*** Block opens ***
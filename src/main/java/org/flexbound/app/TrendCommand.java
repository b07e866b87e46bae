package org.flexbound.app;

import java.nio.file.Path;
import java.util.concurrent.Callable;
import org.flexbound.acceptance.IndividualsChart;
import picocli.CommandLine.Command;
import picocli.CommandLine.Mixin;
import picocli.CommandLine.Model.CommandSpec;
import picocli.CommandLine.Option;
import picocli.CommandLine.ParameterException;
import picocli.CommandLine.Parameters;
import picocli.CommandLine.Spec;

/** Shows how a fixture changed over its tests. */
@Command(
    mixinStandardHelpOptions = true,
    versionProvider = Version.class,
    sortOptions = false,
    description = {
      "Puts the results of many tests of one thing in order of their dates and says which"
          + " coefficients and parameters left their control limits, and when. Writes trend.json,"
          + " trend.html and trend.pdf.",
      "",
      "FOLDER holds results.json files, by any name ending in .json, or folders with a results.json"
          + " each."
    })
final class TrendCommand implements Callable<Integer> {
  private final Terminal terminal;

  @Spec
  @SuppressWarnings("NullAway.Init") // picocli sets it before call() is called
  private CommandSpec spec;

  @Parameters(paramLabel = "FOLDER", description = "The folder with the results.")
  @SuppressWarnings("NullAway.Init") // picocli sets it before call() is called
  private Path folder;

  @Option(
      names = "--baseline",
      paramLabel = "TESTS",
      defaultValue = "8",
      description =
          "How many of the first tests are the baseline (default: ${DEFAULT-VALUE}). With fewer than"
              + " eight the limits are those of a prediction interval.")
  private int baseline = IndividualsChart.LEAST_BASELINE;

  @Mixin private OutputOptions output = new OutputOptions();

  TrendCommand(Terminal terminal) {
    this.terminal = terminal;
  }

  @Override
  public Integer call() {
    if (baseline < 2) {
      throw new ParameterException(
          spec.commandLine(), "--baseline " + baseline + ": a baseline has two tests or more");
    }
    return new HistoryWork(terminal, output).trend(folder, baseline).number();
  }
}
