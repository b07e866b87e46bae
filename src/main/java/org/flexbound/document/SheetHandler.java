package org.flexbound.document;

import java.util.ArrayList;
import java.util.Arrays;
import java.util.List;
import org.apache.poi.xssf.model.SharedStrings;
import org.jspecify.annotations.Nullable;
import org.xml.sax.Attributes;
import org.xml.sax.SAXException;
import org.xml.sax.helpers.DefaultHandler;

/** Turns the XML of one sheet (ECMA-376, 18.3) into rows, shown to a visitor one by one. */
final class SheetHandler extends DefaultHandler {
  private static final int LAST_COLUMN = 16_383;
  private static final int LAST_ROW = 1_048_576;

  private final CellRow row;
  private final SharedStrings strings;
  private final CellFormats.Look[] looks;
  private final ReadLimits limits;
  private final RowVisitor visitor;

  private final List<String> hiddenColumns = new ArrayList<>();
  private final List<String> mergedRanges = new ArrayList<>();
  private int hiddenRows;
  private int firstHiddenRow;

  private int rowNumber;
  private boolean rowHidden;
  private int column;
  private String type = "n";
  private CellFormats.Look look = CellFormats.Look.PLAIN;
  private boolean formula;
  private boolean valued;
  private boolean collecting;
  private int phonetic;
  private char[] text = new char[256];
  private int length;
  private byte[] digits = new byte[64];
  private long rows;
  private long cells;
  private boolean visiting;

  SheetHandler(
      CellRow row,
      SharedStrings strings,
      List<CellFormats.Look> looks,
      ReadLimits limits,
      RowVisitor visitor) {
    this.row = row;
    this.strings = strings;
    this.looks = looks.toArray(CellFormats.Look[]::new);
    this.limits = limits;
    this.visitor = visitor;
  }

  /** Whether the visitor is at work: an exception then is its own, not the file's. */
  boolean isVisiting() {
    return visiting;
  }

  /** What was noticed so far. */
  SheetNotes notes(boolean hiddenSheet) {
    return new SheetNotes(hiddenSheet, hiddenRows, firstHiddenRow, hiddenColumns, mergedRanges);
  }

  @Override
  public void startElement(String uri, String name, String qualified, Attributes attributes)
      throws SAXException {
    switch (SheetXml.local(qualified)) {
      case "c" -> beginCell(attributes);
      case "v", "t" -> {
        collecting = phonetic == 0;
        valued = true;
      }
      case "f" -> formula = true;
      case "rPh" -> phonetic++;
      case "row" -> beginRow(attributes);
      case "mergeCell" -> {
        String range = attributes.getValue("ref");
        if (range != null && mergedRanges.size() < 10_000) {
          mergedRanges.add(range);
        }
      }
      case "col" -> hiddenColumn(attributes);
      default -> {
        // layout, comments, printing: nothing to read
      }
    }
  }

  @Override
  public void characters(char[] source, int start, int count) throws SAXException {
    if (!collecting) {
      return;
    }
    if (length + count > text.length) {
      if (length + count > limits.textLength()) {
        throw new LimitPassed("text-length", limits.textLength());
      }
      text = Arrays.copyOf(text, Math.max(2 * text.length, length + count));
    }
    System.arraycopy(source, start, text, length, count);
    length += count;
  }

  @Override
  public void endElement(String uri, String name, String qualified) throws SAXException {
    switch (SheetXml.local(qualified)) {
      case "v", "t" -> collecting = false;
      case "rPh" -> phonetic--;
      case "c" -> endCell();
      case "row" -> endRow();
      default -> {
        // nothing was begun
      }
    }
  }

  /** A limit on reading was passed. */
  static final class LimitPassed extends SAXException {
    private static final long serialVersionUID = 1L;

    LimitPassed(String name, long limit) {
      super(LimitedStream.message(name, limit));
    }
  }

  private void beginRow(Attributes attributes) throws SAXException {
    String number = attributes.getValue("r");
    rowNumber = number == null ? rowNumber + 1 : whole(number, LAST_ROW, "row");
    String hidden = attributes.getValue("hidden");
    rowHidden = hidden != null && (hidden.equals("1") || hidden.equals("true"));
    row.begin(rowNumber, rowHidden);
    column = -1;
    if (++rows > limits.rows()) {
      throw new LimitPassed("rows", limits.rows());
    }
  }

  private void endRow() throws SAXException {
    if (row.isBlank()) {
      return;
    }
    if (rowHidden && hiddenRows++ == 0) {
      firstHiddenRow = rowNumber;
    }
    visiting = true;
    boolean more = visitor.visit(row);
    visiting = false;
    if (!more) {
      throw new SheetXml.Enough();
    }
  }

  private void beginCell(Attributes attributes) throws SAXException {
    String reference = attributes.getValue("r");
    column = reference == null ? column + 1 : column(reference);
    if (column > LAST_COLUMN) {
      throw new SheetXml.Damaged("a cell stands beyond the last column a sheet can have");
    }
    String kind = attributes.getValue("t");
    type = kind == null ? "n" : kind;
    look = look(attributes.getValue("s"));
    formula = false;
    valued = false;
    length = 0;
    if (++cells > limits.cells()) {
      throw new LimitPassed("cells", limits.cells());
    }
  }

  private void endCell() throws SAXException {
    if (length == 0) {
      if (formula && !valued) {
        row.error(column, "(formula without a stored value)");
      }
      return;
    }
    switch (type) {
      case "n" -> number();
      case "s" -> row.text(column, shared());
      case "b" -> row.truth(column, length == 1 && text[0] == '1');
      case "e" -> row.error(column, new String(text, 0, length).strip());
      case "d" -> row.text(column, new String(text, 0, length));
      default -> row.text(column, new String(text, 0, length));
    }
  }

  private void number() {
    if (digits.length < length) {
      digits = new byte[2 * length];
    }
    int from = 0;
    int to = length;
    while (from < to && text[from] <= ' ') {
      from++;
    }
    while (to > from && text[to - 1] <= ' ') {
      to--;
    }
    for (int i = from; i < to; i++) {
      digits[i] = (byte) (text[i] < 128 ? text[i] : '?');
    }
    double value = DecimalText.parse(digits, from, to, (byte) '.');
    if (Double.isNaN(value)) {
      row.text(column, new String(text, 0, length));
    } else if (look == CellFormats.Look.DATE) {
      row.date(column, value);
    } else {
      row.number(column, value, look == CellFormats.Look.PERCENT);
    }
  }

  private String shared() throws SAXException {
    int index = whole(new String(text, 0, length).strip(), Integer.MAX_VALUE, "shared text");
    if (index >= strings.getUniqueCount()) {
      throw new SheetXml.Damaged(
          "cell " + CellRow.columnName(column) + rowNumber + " names a text that is not there");
    }
    String found = strings.getItemAt(index).getString();
    if (found.length() > limits.textLength()) {
      throw new LimitPassed("text-length", limits.textLength());
    }
    return found;
  }

  private CellFormats.Look look(@Nullable String style) throws SAXException {
    if (style == null) {
      return CellFormats.Look.PLAIN;
    }
    int index = whole(style, Integer.MAX_VALUE, "style");
    return index < looks.length ? looks[index] : CellFormats.Look.PLAIN;
  }

  private void hiddenColumn(Attributes attributes) throws SAXException {
    String hidden = attributes.getValue("hidden");
    String min = attributes.getValue("min");
    String max = attributes.getValue("max");
    if (hidden == null || min == null || max == null) {
      return;
    }
    if (hidden.equals("1") || hidden.equals("true")) {
      String first = CellRow.columnName(Math.max(0, whole(min, LAST_COLUMN + 1, "column") - 1));
      String last = CellRow.columnName(Math.max(0, whole(max, LAST_COLUMN + 1, "column") - 1));
      hiddenColumns.add(first.equals(last) ? first : first + ":" + last);
    }
  }

  private static int column(String reference) throws SAXException {
    int value = 0;
    int at = 0;
    for (; at < reference.length() && at < 4; at++) {
      char c = reference.charAt(at);
      if (c < 'A' || c > 'Z') {
        break;
      }
      value = 26 * value + (c - 'A' + 1);
    }
    if (at == 0) {
      throw new SheetXml.Damaged("'" + reference + "' is not the name of a cell");
    }
    return value - 1;
  }

  private static int whole(String text, int largest, String what) throws SAXException {
    long value = 0;
    for (int i = 0; i < text.length(); i++) {
      int digit = text.charAt(i) - '0';
      if (digit < 0 || digit > 9 || value > largest) {
        throw new SheetXml.Damaged("'" + text + "' is not the number of a " + what);
      }
      value = 10 * value + digit;
    }
    if (text.isEmpty() || value > largest) {
      throw new SheetXml.Damaged("'" + text + "' is not the number of a " + what);
    }
    return (int) value;
  }
}
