package org.flexbound.document;

import java.nio.charset.Charset;
import java.util.Optional;

/**
 * How a CSV file is written, as far as the user says so; what is left open is found out from the
 * text, with a finding.
 *
 * @param separator what stands between fields
 * @param decimalSign point or comma
 * @param charset the encoding; a byte order mark in the file goes before it
 */
public record CsvLayout(
    Optional<Character> separator, Optional<Character> decimalSign, Optional<Charset> charset) {

  /** Nothing is said. */
  public static final CsvLayout FOUND_BY_ITSELF =
      new CsvLayout(Optional.empty(), Optional.empty(), Optional.empty());

  /** Checks that the signs are single bytes that do not stand for something else. */
  public CsvLayout {
    if (separator.filter(sign -> sign >= 128 || sign == '"' || sign == '\n').isPresent()) {
      throw new IllegalArgumentException("no separator: " + separator.orElseThrow());
    }
    if (decimalSign.filter(sign -> sign != '.' && sign != ',').isPresent()) {
      throw new IllegalArgumentException("no decimal sign: " + decimalSign.orElseThrow());
    }
    if (separator.isPresent() && separator.equals(decimalSign)) {
      throw new IllegalArgumentException("separator and decimal sign are the same");
    }
  }
}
*** Block closes ***
Would you please transcribe the lines above exactly, starting with the first line of the material and ending with the line that has "private CommandSpec spec;"?

filename src/main/java/org/flexbound/app/TrendCommand.java
repository b07e866b87e46bae
package org.flexbound.app;

import java.nio.file.Path;
import java.util.concurrent.Callable;
import org.flexbound.acceptance.IndividualsChart;
import picocli.CommandLine.Command;
import picocli.CommandLine.Mixin;
import picocli.CommandLine.Model.CommandSpec;
import picocli.CommandLine.Option;
import picocli.CommandLine.ParameterException;
import picocli.CommandLine.Parameters;
import picocli.CommandLine.Spec;

/** Shows how a fixture changed over its tests. */
@Command(
    mixinStandardHelpOptions = true,
    versionProvider = Version.class,
    sortOptions = false,
    description = {
      "Puts the results of many tests of one thing in order of their dates and says which"
          + " coefficients and parameters left their control limits, and when. Writes trend.json,"
          + " trend.html and trend.pdf.",
      "",
      "FOLDER holds results.json files, by any name ending in .json, or folders with a results.json"
          + " each."
    })
final class TrendCommand implements Callable<Integer> {
  private final Terminal terminal;

  @Spec
  @SuppressWarnings("NullAway.Init") // picocli sets it before call() is called
  private CommandSpec spec;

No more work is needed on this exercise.